1. Field of the Invention
The present invention relates to a technology for controlling safety message transmission between group driving vehicles, and more particularly, to a system and a method for controlling safety message transmission between group driving vehicles capable of ensuring the reliability of emergency safety message transmission/reception as a vehicle having received an emergency safety message transmits a general safety message based on adjusted transmission power and adjusted transmission time interval.
2. Discussion of Related Art
Recently, studies on smart vehicles have progressed in various aspects, and methods for improving road efficiency and fuel efficiency together with smart vehicles capable of performing unmanned autonomous driving are also being studied.
Rapid development of smart transportation systems is accelerating as infrastructure technology such as various kinds of sensors and communication devices applied to vehicles starts to be developed in complement thereto and integrated.
Smart vehicles in which various sensors and wireless communication functions are installed to recognize a situation and prevent traffic accidents or provide a variety of transportation information and data services to a driver have several features.
First, in smart vehicles, a plurality of vehicle sensors (Rada, light detection and ranging (Lidar), cameras, etc.) are installed, and convenience and safety functions for drivers are provided by recognizing distances between vehicles, lanes, etc.
Further, since smart vehicles support various wireless communication protocols (Long Term Evolution (LTE), WAVE, wireless fidelity (Wi-Fi), Bluetooth (BT), etc.), network services are able to be provided anywhere and at any time.
Moreover, such smart vehicles support gateway and routing functions supporting different types of wireless data transmission and reception, support single autonomous driving and group driving functions, and transmit and receive various safety messages.
Technology for increasing road efficiency per unit area and improving fuel efficiency of vehicles through group driving in which a plurality of vehicles are driven collectively using smart vehicles is being studied.
Currently, group driving technology is technology in which a plurality of vehicles are driven while maintaining intervals of several meters from leading vehicles, and the group driving technology is receiving great attention as a solution capable of improving road efficiency and fuel efficiency.
Important technology needed for group driving technology is technology related to sensors such as radar sensors measuring distances between vehicles and wireless communication for sharing driving information between vehicles.
That is, group driving technology could also be seen as cooperative adaptive cruise control (ACC) driving in which a plurality of vehicles emulate driving of a leader vehicle by utilizing driving information of the leader vehicle in a conventional ACC function.
In this case, one of the vehicles performing the group driving drives as the leader vehicle, and there are one or more subordinate vehicles that drive subordinately to the leader vehicle behind the leader vehicle. The leader vehicle broadcasts its own vehicle status information to the subordinate vehicles as a periodical safety message, and the subordinate vehicles receiving the information drive along a driving path at constant intervals with reference to the driving information of the leader vehicle.

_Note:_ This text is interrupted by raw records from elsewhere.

/** What a cell =CELLWRIGHT.STDPOTENTIAL(key) shows now. */
async function cellE0(key: string): Promise<unknown> {
  const r = (await STDPOTENTIAL([[key]], null)) as unknown[][];
  return r[0][0];
}

const cu = () => B.couples.find((c) => c.key === 'Cu2+/Cu')!;
const ag = () => B.couples.find((c) => c.key === 'Ag+/Ag')!;

beforeEach(() => {
  file = new WorkbookFile();
  g.Excel = excelFor(file);
  g.CustomFunctions = customFunctionsGlobal;
  installFunctionsHost();
  useStoredValue(null);
});

afterEach(() => {
  delete g.Excel;
  delete globalThis.cellwrightFunctionsHost;
});

describe('round trip', () => {
  it('an edit is stored, read back by a newly opened pane, used by the functions, and recalculated once', async () => {
    const a = model();
    await a.load();
    expect(a.state.kind).toBe('none');
    expect(await cellE0('Cu2+/Cu')).toBe(cu().e0);

    const r = await a.change({ kind: 'put', rowKind: 'couple', originalKey: 'Cu2+/Cu', record: { ...cu(), e0: 0.35, source: 'our lab 2026' } }, S);
    expect(r.kind).toBe('done');
    expect(file.calculations).toEqual(['Full']);
    expect(await cellE0('Cu(2+)/Cu')).toBe(0.35);

    const stored = file.settings.get(TABLE_SETTING_KEY) as string;
    expect(JSON.parse(stored)).toMatchObject({ schema: 3, revision: 1, basedOn: B.version, changedAt: '2026-03-04T05:06:07.000Z' });
    // The recalculation records the table the results are now computed with (checked at the next start-up).
    expect(file.settings.get(COMPUTED_WITH_KEY)).toBe(a.checksum);
    expect(a.checksum).toMatch(/^sha256:[0-9a-f]{64}$/);

    // "Close and reopen": a new pane on the same workbook file, functions restarted from the built-in table.
    useStoredValue(null);
    const b = model();
    await b.load();
    expect(b.state.kind).toBe('readable');
    expect(b.differences().map((d) => d.key)).toEqual(['Cu2+/Cu']);
    expect(await cellE0('Cu2+/Cu')).toBe(0.35); // load() handed the stored table to the functions
    expect(file.calculations).toEqual(['Full', 'Full']);

    // A second change is revision 2.
    await b.change({ kind: 'delete', rowKind: 'couple', key: 'Ag+/Ag' }, S);
    expect(JSON.parse(file.settings.get(TABLE_SETTING_KEY) as string).revision).toBe(2);
    const na = (await cellE0('Ag+/Ag')) as FakeCfError;
    expect(na).toBeInstanceOf(FakeCfError);
    expect(na.code).toBe('#N/A');
  });

  it('revert and reset bring the built-in values back, and reset removes the stored table', async () => {
    const a = model();
    await a.load();
    await a.change({ kind: 'put', rowKind: 'couple', originalKey: 'Cu2+/Cu', record: { ...cu(), e0: 0.35, source: 'x' } }, S);
    await a.change({ kind: 'put', rowKind: 'couple', originalKey: 'Ag+/Ag', record: { ...ag(), e0: 0.8, source: 'x' } }, S);
    expect((await a.change({ kind: 'revert', rowKind: 'couple', key: 'Cu2+/Cu' }, S)).kind).toBe('done');
    expect(await cellE0('Cu2+/Cu')).toBe(cu().e0);
    expect(a.differences().map((d) => d.key)).toEqual(['Ag+/Ag']);
    const r = await a.reset();
    expect(r.kind).toBe('done');
    expect(file.settings.has(TABLE_SETTING_KEY)).toBe(false);
    expect(a.state.kind).toBe('none');
    expect(await cellE0('Ag+/Ag')).toBe(ag().e0);
    expect(file.calculations.length).toBe(4);
  });

  it('a change the table would not accept is refused with the reason and nothing is written', async () => {
    const a = model();
    await a.load();
    const r = await a.change({ kind: 'put', rowKind: 'couple', originalKey: null, record: { key: 'Cu2+/Cu', halfReaction: 'Cu2+ + 2e- -> Cu', e0: 0.3, source: 'x' } }, S);
    expect(r.kind).toBe('refused');
    expect(r.message).toMatch(/already in the table/);
    expect(file.settings.size).toBe(0);
    expect(file.calculations).toEqual([]);
  });
});

describe('opening the pane while the functions are still reading the workbook', () => {
  it('hands the table over without recalculating (the waiting cells get it), and without the channel says so', async () => {
    file.settings.set(TABLE_SETTING_KEY, writeStoredText({ ...pinnedCopy(B), revision: 3, changedAt: '2026-01-01T00:00:00.000Z' }));
    const given: unknown[] = [];
    const loadingHost = { apiVersion: 1 as const, status: () => ({ state: 'loading' as const }), useStoredValue: (v: unknown) => (given.push(v), { state: 'workbook' as const }) };
    const a = new TableModel({ builtin: B, host: () => loadingHost });
    await a.load();
    expect(given).toEqual([file.settings.get(TABLE_SETTING_KEY)]);
    expect(file.calculations).toEqual([]);

    const b = new TableModel({ builtin: B, host: () => undefined });
    await b.load();
    const r = await b.change({ kind: 'delete', rowKind: 'couple', key: 'Zn2+/Zn' }, S);
    expect(r.kind === 'done' && r.warning).toMatch(/do not run in this pane’s page/);
    expect(file.calculations).toEqual(['Full']); // still recalculated, for functions running elsewhere
  });
});

describe('schema upgrade', () => {
  it('a schema-1 table is used as stored, and the next change writes schema 3 without losing its rows, starting the log', async () => {
    const rows = B.couples.map((c) => (c.key === 'Ag+/Ag' ? { ...c, e0: 0.8 } : c));
    file.settings.set(TABLE_SETTING_KEY, writeSchema1Text({ basedOn: B.version, changedAt: '2025-01-01T00:00:00Z', couples: rows, electrodes: B.electrodes }));
    const a = model();
    await a.load();
    expect(a.state.kind === 'readable' && a.state.read.schema).toBe(1);
    expect(await cellE0('Ag+/Ag')).toBe(0.8);
    await a.change({ kind: 'put', rowKind: 'couple', originalKey: 'Cu2+/Cu', record: { ...cu(), e0: 0.35, source: 'x' } }, S);
    const doc = JSON.parse(file.settings.get(TABLE_SETTING_KEY) as string);
    expect(doc.schema).toBe(3);
    expect(doc.revision).toBe(1);
    expect(doc.own.couples.sort()).toEqual(['Ag+/Ag', 'Cu2+/Cu']);
    expect(doc.log.dropped).toBe(0);
    expect(doc.log.entries.map((e: { revision: number; by: string; action: string }) => [e.revision, e.by, e.action])).toEqual([[1, 'A. Tester', 'edit']]);
    expect(await cellE0('Ag+/Ag')).toBe(0.8);
  });
});

describe('damaged data and checksum mismatch', () => {
  const damaged: Array<[string, () => unknown, RegExp]> = [
    ['cut-short JSON', () => writeStoredText({ ...pinnedCopy(B), revision: 1, changedAt: '2026-01-01T00:00:00.000Z' }).slice(0, 500), /not valid JSON/],
    ['a changed number (checksum mismatch)', () => writeStoredText({ ...pinnedCopy(B), revision: 1, changedAt: '2026-01-01T00:00:00.000Z' }).replace('"e0":0.3372', '"e0":0.4372'), /checksum does not match/],
    ['a newer schema', () => JSON.stringify({ ...JSON.parse(writeStoredText({ ...pinnedCopy(B), revision: 1, changedAt: '2026-01-01T00:00:00.000Z' })), schema: 9 }), /newer version/],
    ['someone else\'s value', () => 'hello', /not valid JSON|not written by Cellwright/],
    // A number beyond double range (JSON reads it as Infinity) and 20,000-deep nesting, behind a stale checksum.
    ['a number beyond double range', () => writeStoredText({ ...pinnedCopy(B), revision: 1, changedAt: '2026-01-01T00:00:00.000Z' }).replace('"e0":0.3372', '"e0":1e999'), /"e0" is not a finite number/],
    // A log entry whose reason was emptied, its log checksum recomputed so the entry check itself is reached.
    ['a damaged revision log entry', () => {
      const log: RevisionLog = { entries: [{ revision: 1, at: '2026-01-01T00:00:00.000Z', by: 'A', why: 'pin', action: 'pin', basedOn: B.version, rows: [], moreRows: 0 }], dropped: 0 };
      const doc = JSON.parse(writeStoredText({ ...pinnedCopy(B), revision: 1, changedAt: '2026-01-01T00:00:00.000Z', log }));
      doc.log.entries[0].why = '';
      doc.logChecksum = logChecksum(doc.log);
      return JSON.stringify(doc);
    }, /revision log is damaged: entry 1: "why" is not a reason/],
    ['a revision log changed behind its checksum', () => writeStoredText({ ...pinnedCopy(B), revision: 1, changedAt: '2026-01-01T00:00:00.000Z', log: { entries: [], dropped: 0 } }).replace('"dropped":0', '"dropped":7'), /revision log does not match its checksum/],
    ['a field nested 20,000 deep', () => writeStoredText({ ...pinnedCopy(B), revision: 1, changedAt: '2026-01-01T00:00:00.000Z' }).replace('"e0":0.3372', `"e0":${'['.repeat(20_000)}0.3372${']'.repeat(20_000)}`), /"e0" is not a finite number/],
  ];
  for (const [name, value, reason] of damaged) {
    it(`${name}: functions answer #N/A with the reason, the pane refuses changes, nothing is overwritten until an explicit reset`, async () => {
      const raw = value();
      file.settings.set(TABLE_SETTING_KEY, raw);
      const a = model();
      await a.load();
      expect(a.state.kind).toBe('unreadable');
      const cell = (await cellE0('Cu2+/Cu')) as FakeCfError;
      expect(cell).toBeInstanceOf(FakeCfError);
      expect(cell.code).toBe('#N/A');
      expect(cell.message).toMatch(/the workbook's potential table could not be read/);
      expect(cell.message).toMatch(reason);
      expect(cell.message!.length).toBeLessThanOrEqual(300);

      expect((await a.change({ kind: 'delete', rowKind: 'couple', key: 'Zn2+/Zn' }, S)).kind).toBe('refused');
      expect((await a.pin(S)).kind).toBe('refused');
      expect(file.settings.get(TABLE_SETTING_KEY)).toBe(raw);

      const r = await a.reset();
      expect(r.kind).toBe('done');
      expect(file.settings.has(TABLE_SETTING_KEY)).toBe(false);
      expect(await cellE0('Cu2+/Cu')).toBe(cu().e0);
    });
  }

  it('a reset does not remove a table that was replaced since the pane read the damaged one', async () => {
    file.settings.set(TABLE_SETTING_KEY, '{broken');
    const a = model();
    await a.load();
    const good = writeStoredText({ ...pinnedCopy(B), revision: 1, changedAt: '2026-01-01T00:00:00.000Z' });
    file.settings.set(TABLE_SETTING_KEY, good); // repaired elsewhere meanwhile
    const r = await a.reset();
    expect(r.kind).toBe('conflict');
    expect(file.settings.get(TABLE_SETTING_KEY)).toBe(good);
    expect(a.state.kind).toBe('readable');
  });
});

describe('2,000 rows', () => {
  it('imports 2,000 rows from CSV, stores them, and a reopened workbook uses them', async () => {
    const csv = exportCsv({ couples: manyCouples(2000), electrodes: [] }, 'test');
    const imp = importCsv(csv);
    expect(imp.rejected).toEqual([]);
    const a = model();
    await a.load();
    const t0 = performance.now();
    const r = await a.change({ kind: 'import', mode: 'merge', couples: imp.couples, electrodes: imp.electrodes }, S);
    const writeMs = performance.now() - t0;
    expect(r.kind).toBe('done');
    const stored = file.settings.get(TABLE_SETTING_KEY) as string;
    useStoredValue(null);
    forgetLastRead(); // as in a newly opened workbook: nothing remembered
    const t1 = performance.now();
    const b = model();
    await b.load();
    const readMs = performance.now() - t1;
    expect(b.records.couples.length).toBe(B.couples.length + 2000);
    expect(await cellE0('C2000H4000O/C2000H4002O')).toBe(manyCouples(2000)[1999].e0);
    console.log(`2,000 imported rows: stored ${stored.length} characters (${new TextEncoder().encode(stored).length} bytes UTF-8); import+write ${writeMs.toFixed(0)} ms, reopen+read ${readMs.toFixed(0)} ms`);
  });
});
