/**
 * An Excel workbook for tests, built on office-addin-mock: `Excel.run` hands out a request context
 * (an OfficeMockObject) whose settings, application and worksheets act on one shared WorkbookFile, so
 * two "panes" (two models, or a pane and the functions runtime) can work on the same workbook.
 *
 * Like Excel, writes and recalculations queued in a batch take effect at context.sync(), and values
 * must be loaded and synced before they are read (office-addin-mock enforces load/sync).
 */
import { OfficeMockObject } from 'office-addin-mock';

/** office-addin-mock objects take any property path; the tests read and set them freely. */
// eslint-disable-next-line @typescript-eslint/no-explicit-any
type MockRecord = Record<string, any>;

export interface SheetWrite {
  readonly address: string;
  values?: unknown[][];
  numberFormat?: unknown[][];
  bold?: boolean;
  columnWidth?: number;
  wrapText?: boolean;
}

export class WorkbookFile {
  readonly settings = new Map<string, unknown>();
  /** Every application.calculate(type) that reached the workbook, in order. */
  readonly calculations: string[] = [];
  readonly sheets = new Map<string, { writes: SheetWrite[]; activated: boolean }>();
  readonly settingsChangedHandlers: Array<(args: unknown) => unknown> = [];
  /** Runs once, inside the next sync that writes a setting, before the write (another pane acting in between). */
  beforeNextWrite: (() => Promise<void>) | null = null;
  /** When set, Excel.run waits for it before running (to hold start-up reads). */
  gate: Promise<void> | null = null;
  /** Count of Excel.run calls. */
  runs = 0;

  constructor(init: Record<string, unknown> = {}) {
    for (const [k, v] of Object.entries(init)) this.settings.set(k, v);
  }
}

type Op = { write: boolean; apply: () => void };

function makeContext(file: WorkbookFile): unknown {
  const queue: Op[] = [];
  const created: OfficeMockObject[] = [];
  const ranges: Array<{ sheet: string; mock: MockRecord; address: string }> = [];

  const settingItem = (key: string) => {
    const present = file.settings.has(key);
    const item = new OfficeMockObject({
      key,
      value: present ? structuredClone(file.settings.get(key)) : undefined,
      delete: function () {
        queue.push({ write: true, apply: () => void file.settings.delete(key) });
      },
    }) as unknown as Record<string, unknown>;
    item.isNullObject = !present;
    created.push(item as unknown as OfficeMockObject);
    return item;
  };

  const sheetObject = (name: string) => ({
    name,
    getRange(address: string) {
      const mock = new OfficeMockObject({ format: { font: { bold: false }, columnWidth: 0, wrapText: false } }) as unknown as MockRecord;
      ranges.push({ sheet: name, mock, address });
      return mock;
    },
    activate() {
      queue.push({ write: true, apply: () => void (file.sheets.get(name)!.activated = true) });
    },
  });

  const worksheets = {
    items: [] as Array<{ name: string }>,
    load(_what: string) {
      queue.push({ write: false, apply: () => void (worksheets.items = [...file.sheets.keys()].map((n) => ({ name: n }))) });
      return worksheets;
    },
    add(name: string) {
      queue.push({ write: true, apply: () => void file.sheets.set(name, { writes: [], activated: false }) });
      return sheetObject(name);
    },
  };

  const context = new OfficeMockObject({
    workbook: {
      settings: {
        getItemOrNullObject: function (key: string) {
          return settingItem(key);
        },
        add: function (key: string, value: unknown) {
          queue.push({
            write: true,
            apply: () => {
              file.settings.set(key, structuredClone(value));
              for (const h of file.settingsChangedHandlers) void h({ type: 'SettingsChanged' });
            },
          });
        },
        onSettingsChanged: {
          add: function (handler: (args: unknown) => unknown) {
            file.settingsChangedHandlers.push(handler);
          },
        },
      },
      application: {
        calculate: function (type: string) {
          queue.push({ write: false, apply: () => void file.calculations.push(type) });
        },
      },
    },
    sync: async function () {
      const ops = queue.splice(0);
      if (ops.some((o) => o.write) && file.beforeNextWrite !== null) {
        const hook = file.beforeNextWrite;
        file.beforeNextWrite = null;
        await hook();
      }
      for (const o of ops) o.apply();
      for (const r of ranges.splice(0)) {
        const sheet = file.sheets.get(r.sheet);
        if (sheet === undefined) throw new Error(`no sheet ${r.sheet}`);
        const m = r.mock;
        const w: SheetWrite = { address: r.address };
        if (Array.isArray(m.values)) w.values = m.values;
        if (Array.isArray(m.numberFormat)) w.numberFormat = m.numberFormat;
        if (m.format.font.bold === true) w.bold = true;
        if (typeof m.format.columnWidth === 'number' && m.format.columnWidth > 0) w.columnWidth = m.format.columnWidth;
        if (m.format.wrapText === true) w.wrapText = true;
        sheet.writes.push(w);
      }
      for (const c of created.splice(0)) await c.sync();
    },
  }) as unknown as MockRecord;
  // Collections that office-addin-mock cannot model (arrays of items) are plain objects.
  context.workbook.worksheets = worksheets;
  return context;
}

/** An `Excel` global for the given workbook. */
export function excelFor(file: WorkbookFile): unknown {
  const excel = new OfficeMockObject({
    run: async function (callback: (context: unknown) => Promise<unknown>) {
      file.runs++;
      if (file.gate !== null) await file.gate;
      return callback(makeContext(file));
    },
  }) as unknown as Record<string, unknown>;
  excel.CalculationType = { recalculate: 'Recalculate', full: 'Full', fullRebuild: 'FullRebuild' };
  return excel;
}

/** An `Office` global as Excel's shared runtime presents it (host Excel, every requirement set supported). */
export function officeFor(host: 'Excel' | null = 'Excel', supported = true): unknown {
  const office = new OfficeMockObject({
    onReady: function () {
      return Promise.resolve({ host, platform: host === null ? null : 'OfficeOnline' });
    },
  }) as unknown as Record<string, unknown>;
  office.HostType = { Excel: 'Excel' };
  office.context = { requirements: { isSetSupported: () => supported } };
  return office;
}

/** The CustomFunctions global the adapter needs for error values. */
export class FakeCfError {
  constructor(
    public readonly code: string,
    public readonly message?: string,
  ) {}
}
export const customFunctionsGlobal = {
  Error: FakeCfError,
  ErrorCode: { invalidValue: '#VALUE!', notAvailable: '#N/A', invalidNumber: '#NUM!', divisionByZero: '#DIV/0!', nullReference: '#NULL!', invalidName: '#NAME?', invalidReference: '#REF!' },
  associate() {},
};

Messages transmitted and received through wireless communication devices installed in smart vehicles are largely classified as service data for vehicle infotainment, safety messages informing of periodical vehicle driving status information or an emergency status, and other control/management messages, etc. The general data services use a service channel, and the data related to vehicle safety and control/management, etc., uses a control channel that all vehicles use in common.
The safety messages are largely classified as safety messages (“general safety messages”) in which a vehicle transmits its own status information at a constant period, and messages (“emergency safety messages”) transmitted when a specific event occurs, and for example, the safety messages include a vehicle anti-collision support safety message, a road work zone alarm safety message, an emergency vehicle approach warning safety message, a road danger zone alarm safety message, an emergency rescue recovery alarm safety message, and an emergency disaster alarm safety message, etc.
Accordingly, since emergency safety messages such as emergency rescue recovery/disaster alarm safety messages have to be rapidly and reliably transmitted to nearby vehicles, reliability is required when transmitting and receiving emergency safety messages in an environment in which general safety messages are transmitted and received.
Accordingly, studies on transmission intensity and transmission periods, etc. of safety messages are progressing to enable stable and effective communications between vehicles driven in groups. Methods of controlling radio field intensity of a vehicle communication device that have been studied so far include a method of controlling radio field intensity based on a maximum/broadcasting message loading value, a method of controlling radio field intensity based on an occupancy rate of a wireless channel, and a method of controlling radio field intensity based on the number of target vehicles, etc. based on a radio field reception sensitivity ratio.
However, in current vehicle ad-hoc network (VANET) environments, studies related to radio field intensity control of vehicle communication devices have focused on methods of controlling the radio field intensity needed to control a data flow of an effective network when periodical messages are transmitted.
However, reliable transmission and reception of emergency safety messages such as disaster messages in an environment in which periodical messages are transmitted and received is not guaranteed. Particularly, the transmission and reception of periodical safety messages frequently occurs between vehicles driven in a group, and a solution is required because the transmission and reception of the periodical safety messages acts as an interference signal and obstructs the transmission and reception of emergency safety messages of not only the vehicle itself but also other nearby vehicles.